(This section created by Jack Sarfaty)

Objectives:

- Lesson 1: Find the standard form of a quadratic function, and then find the vertex, line of symmetry, and maximum or minimum value for the defined quadratic function.
- Lesson 2: Find the vertex, focus, and directrix, and draw a graph of a parabola, given its equation.
- Lesson 3: Find the equation of our parabola when we are given the coordinates of its focus and vertex.
- Lesson 4: Find the vertex, focus, and directrix, and graph a parabola by first completing the square.

The Parabola is defined as "the set of all points P in a plane equidistant
from a fixed line and a fixed point in the plane." The fixed line is
called the **directrix**, and the fixed point is called the **focus**.

A parabola, as shown on the cables of the **Golden
Gate Bridge** (below), can be seen in many different forms. The path
that a thrown ball takes or the flow of water from a hose each illustrate
the shape of the parabola.

Each parabola is, in some form, a graph of a second-degree function and has many properties that are worthy of examination. Let's begin by looking at the standard form for the equation of a parabola.

The standard form is (x - h)^{2} = 4p (y - k), where the focus
is (h, k + p) and the directrix is y = k - p. If the parabola is rotated
so that its vertex is (h,k) and its axis of symmetry is parallel to the
x-axis, it has an equation of (y - k)^{2} = 4p (x - h), where the
focus is (h + p, k) and the directrix is x = h - p.

It would also be in our best interest to cover another form that the
equation of a parabola may appear as

y = (x - h)^{2} + k, where h represents the distance that the parabola
has been translated along the x axis, and k represents the distance the
parabola has been shifted up and down the y-axis.

**Completing the square to get the standard form of a
parabola.**

We should now determine how we will arrive at an equation in the form
y = (x - h)^{2} + k;

**Example 1**

Suppose we are given an equation like

y = 3x^{2} + 12x + 1.

We now need to complete the square for this equation. I will assume that you have had some instruction on completing the square; but in case you haven't, I will go through one example and leave the rest to the reader.

When completing the square, we first have to isolate the Ax^{2}
term and the By term from the C term. So the first couple of steps will
only deal with the first two parts of the trinomial.
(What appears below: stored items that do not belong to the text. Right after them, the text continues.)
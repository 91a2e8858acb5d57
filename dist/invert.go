package dist

import (
	"fmt"
	"math"
	"math/cmplx"
	"math/rand/v2"
	"sync"
)

// The inversion engine. A numerically computed law is held as
//
//   - an exact atomic part (a sub-probability list of atoms), and
//   - the log-transform log E[exp(s·(X-c))] of the whole law, centred on its
//     mean c, from which the transform of the continuous part,
//     Mc(s) = M(s) - Σ m_j exp(s·(v_j - c)), is formed.
//
// The bulk of the continuous part is recovered by the trapezoidal rule on
// the Gil-Pelaez integral with step h = 2π/L (the Fourier-series method of
// Abate & Whitt, Queueing Systems 10, 1992):
//
//	F_h(y) = w/2 + (w·y - m_c)/L - (1/π)·Σ_{k>=1} Im(Mc(i·k·h)·exp(-i·k·h·y))/k
//
// whose error is exactly Σ_{j>=1} F(y - jL) - Σ_{j>=1} S(y + jL) (aliasing)
// plus the truncated terms. L is the width of a window [a, b] that holds all
// but bulkTail of the mass at each end (Chernoff bounds from the transform
// where it exists, union bounds from the terms' quantiles otherwise), so the
// window is set by the spread of the law, not by the number of terms. The
// values Mc(i·k·h) are computed once, when the law is built; each CDF is then
// one short trigonometric sum.
//
// Where the bulk value falls below tiltSwitch, the tail is computed
// directly by the same trapezoidal rule on the Bromwich integral shifted to
// Re s = θ (exponential tilting):
//
//	S(y) = (1/2π)·∫ Mc(θ+it)·exp(-(θ+it)·y)/(θ+it) dt,  θ > 0,
//
// with θ the saddlepoint K'(θ) = y, so the integrand is scaled to the answer
// and the survival keeps its relative accuracy far into the tail. Its
// aliasing error is Σ_j exp(θjL)·S(y+jL) + Σ_j exp(-θjL)·S(y-jL); the
// second sum is removed analytically (S(y-jL) = w below the window) and L is
// chosen by Chernoff bounds on the tilted law so that both are below 1e-17
// of the answer. The lower tail is the same computation on the reflected law.

const (
	bulkTail   = 1e-14 // mass left outside the bulk window at each end (2·bulkTail is in the bound, far below the 1e-12 aimed at)
	tiltSwitch = 1e-5  // below this bulk value a tail is computed by tilting
	maxTerms   = 1 << 16
	maxTilted  = 1 << 12 // terms of one tilted tail evaluation
	tiltTol    = 1e-9    // stated relative error of a tilted tail
	quietShare = 0.1     // share of the carried error the series truncation may add
	dropTol    = 3e-14   // sum of the magnitudes of the trailing series terms left out
	envRatio   = 4       // a Sum with discrete terms stops where |C| <= envRatio·quietTol
)

// numLaw is a numerically inverted law (a sum, k-fold sum or random sum).
type numLaw struct {
	kind           string
	c              float64   // centre (the mean when it is finite)
	tr             transform // of X - c, atoms included
	atoms          Discrete  // the atomic part, normalised; valid when atomMass > 0
	atomMass       float64
	atomC          []Atom // the atomic part with absolute masses, values centred
	w              float64
	mc             float64 // E[(X - c); continuous part]
	mean, variance float64
	supLo, supHi   float64
	a, b           float64 // centred bulk window
	L, h           float64
	pr, pi         []float64 // Mc(i·k·h)/k, k = 1..N
	accBase        float64   // CDF error of the bulk series
	extraErr       float64
	accOnce        *sync.Once
	acc            Accuracy // set by accOnce
	gridOnce       *sync.Once
	grid           *cdfGrid // set by gridOnce (nil: no grid)
	// upperClosed is set (by withExpTail, before the law is returned) when
	// the upper tail from the centred point closedAbove on is answered by a
	// closed form, so this law's tilted upper tail is not asked for there
	upperClosed bool
	closedAbove float64
	sample      func(r *rand.Rand) float64
	parts       []Law // the terms of a Sum, for flattening nested sums
	// expRound, when set, bounds the relative error that the rounding of
	// a k-fold sum's exponent k·log M adds to a tilted tail at the real
	// tilt θ of the centred law (iidExpRound); tiltedCap adds it
	expRound func(theta float64) float64
}

// numSpec is what a builder hands to newNumLaw.
type numSpec struct {
	kind           string
	tr             transform // of X - c, atoms included
	c              float64
	mean, variance float64
	atoms          []Atom // absolute values and masses (sub-probability); may be nil
	supLo, supHi   float64
	fallback       func(eps float64) (a, b float64) // centred union bounds, for sides without tilting
	sample         func(r *rand.Rand) float64
	parts          []Law
	extraErr       float64 // CDF error already incurred (truncated count, lattice, …)
	// axis, when set, sets out[j] to log M(i·k·h) of X - c (atoms
	// included), k = k0 + j, for axisBlock points at once, and errOut[j]
	// to a bound on the absolute error of M there: the series values are
	// then computed block by block (faster than tr.logm per point), and
	// (1/π)·Σ errOut/k is added to the CDF bound.
	axis func(h float64, k0 int, out []complex128, errOut []float64)
	// expRound: see numLaw.expRound
	expRound func(theta float64) float64
}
In order to complete the square, the quadratic in the form y = Ax^{2}
+ By + C cannot have an A term that is anything other than 1. In our example,
A = 3; so we now need to divide the 3 out, but that is only out of the 3x^{2}
+ 12x terms.

This simplifies to y = 3(x^{2} + 4x) + 1. From here we need to
take 1/2 of our B term, then square the product. So in this case, we have
1/2(4) = 2, then 2^{2} is 4. Now, take that 4 and place it inside
the parenthetical term.

To update what we have: y = 3(x^{2} + 4x + 4) + 1; but we now
need to keep in mind that we have added a term to our equation that must
be accounted for. By adding 4 to the inside of the parenthesis, we have
done more than just add 4 to the equation. We have now added 4 times the
3 that is sitting in front of the parenthetical term. So, really we are
adding 12 to the equation, and we must now offset that on the same side
of the equation. We will now offset by subtracting 12 from that 1 we left
off to the right hand side.

To update: y = 3(x^{2} + 4x + 4) + 1 - 12. We have now successfully
completed the square. Now we need to get this into more friendly terms.
The inside of the parenthesis (the completed square) can be simplified to
(x + 2)^{2}. The final version after the smoke clears is y = 3(x
+ 2)^{2} - 11. And , oh the wealth of information we can pull from
something like this! We will find the specifics from this type of equation
below.

**Finding the vertex, line
of symmetry, and maximum and minimum value for the defined quadratic function.**

Let's first focus on the second form mentioned, y =(x - h)^{2}
+ k. When we have an equation in this form, we can safely say that the 'h'
represents the same thing that 'h' represented in the first standard form
that we mentioned, as does the 'k'. When we have an equation like y = (x
- 3)^{2} + 4, we see that the graph has been shifted 3 units to
the right and 4 units upward. The picture below shows this parabola in the
first quadrant.

Had the inside of the parenthesis in the example equation read,"(x+3)" as opposed to "(x-3)," then the graph would have been shifted three units to the left of the origin. The "+4" at the end of the equation tells the graph to shift up four units. Likewise, had the equation read "-4," then the graph would still be pointed upward, but the vertex would have been four units below the x-axis.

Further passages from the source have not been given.